-------- Extracted information

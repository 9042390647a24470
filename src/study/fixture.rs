//! Cycles for the tests of this room.

use super::{Crossing, Cycle, Order};
use crate::units::{Ohms, Volts};

/// Cycles that tripped in brackets about these middles.
pub(super) fn cycles(middles: &[f64], width: f64) -> Vec<Cycle> {
    let crossing = |middle: f64| Crossing {
        low: Volts(middle - width / 2.0),
        high: Volts(middle + width / 2.0),
        set: Volts(middle),
        rate: 0.0,
        period: 0.0,
        seen_after: 0.0,
    };
    let cycle = |(number, &middle): (usize, &f64)| Cycle {
        order: Order { board: 0, temperature: 0, load: 0, cycle: number as u32, rate: 0 },
        temperature: None,
        load: Ohms(55.0),
        trip: Some(crossing(middle)),
        re_enable: None,
        claim: None,
        settle: 0.0,
        integration: 0.0,
        duration: 1.0,
    };
    middles.iter().enumerate().map(cycle).collect()
}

----------------

§ Directions
Take the entries above and repeat them verbatim.

§ Your response
repository 9042390647a24470
filename src/study/fixture.rs
//! Cycles for the tests of this room.

use super::{Crossing, Cycle, Order};
use crate::units::{Ohms, Volts};

/// Cycles that tripped in brackets about these middles.
pub(super) fn cycles(middles: &[f64], width: f64) -> Vec<Cycle> {
    let crossing = |middle: f64| Crossing {
        low: Volts(middle - width / 2.0),
        high: Volts(middle + width / 2.0),
        set: Volts(middle),
        rate: 0.0,
        period: 0.0,
        seen_after: 0.0,
    };
    let cycle = |(number, &middle): (usize, &f64)| Cycle {
        order: Order { board: 0, temperature: 0, load: 0, cycle: number as u32, rate: 0 },
        temperature: None,
        load: Ohms(55.0),
        trip: Some(crossing(middle)),
        re_enable: None,
        claim: None,
        settle: 0.0,
        integration: 0.0,
        duration: 1.0,
    };
    middles.iter().enumerate().map(cycle).collect()
}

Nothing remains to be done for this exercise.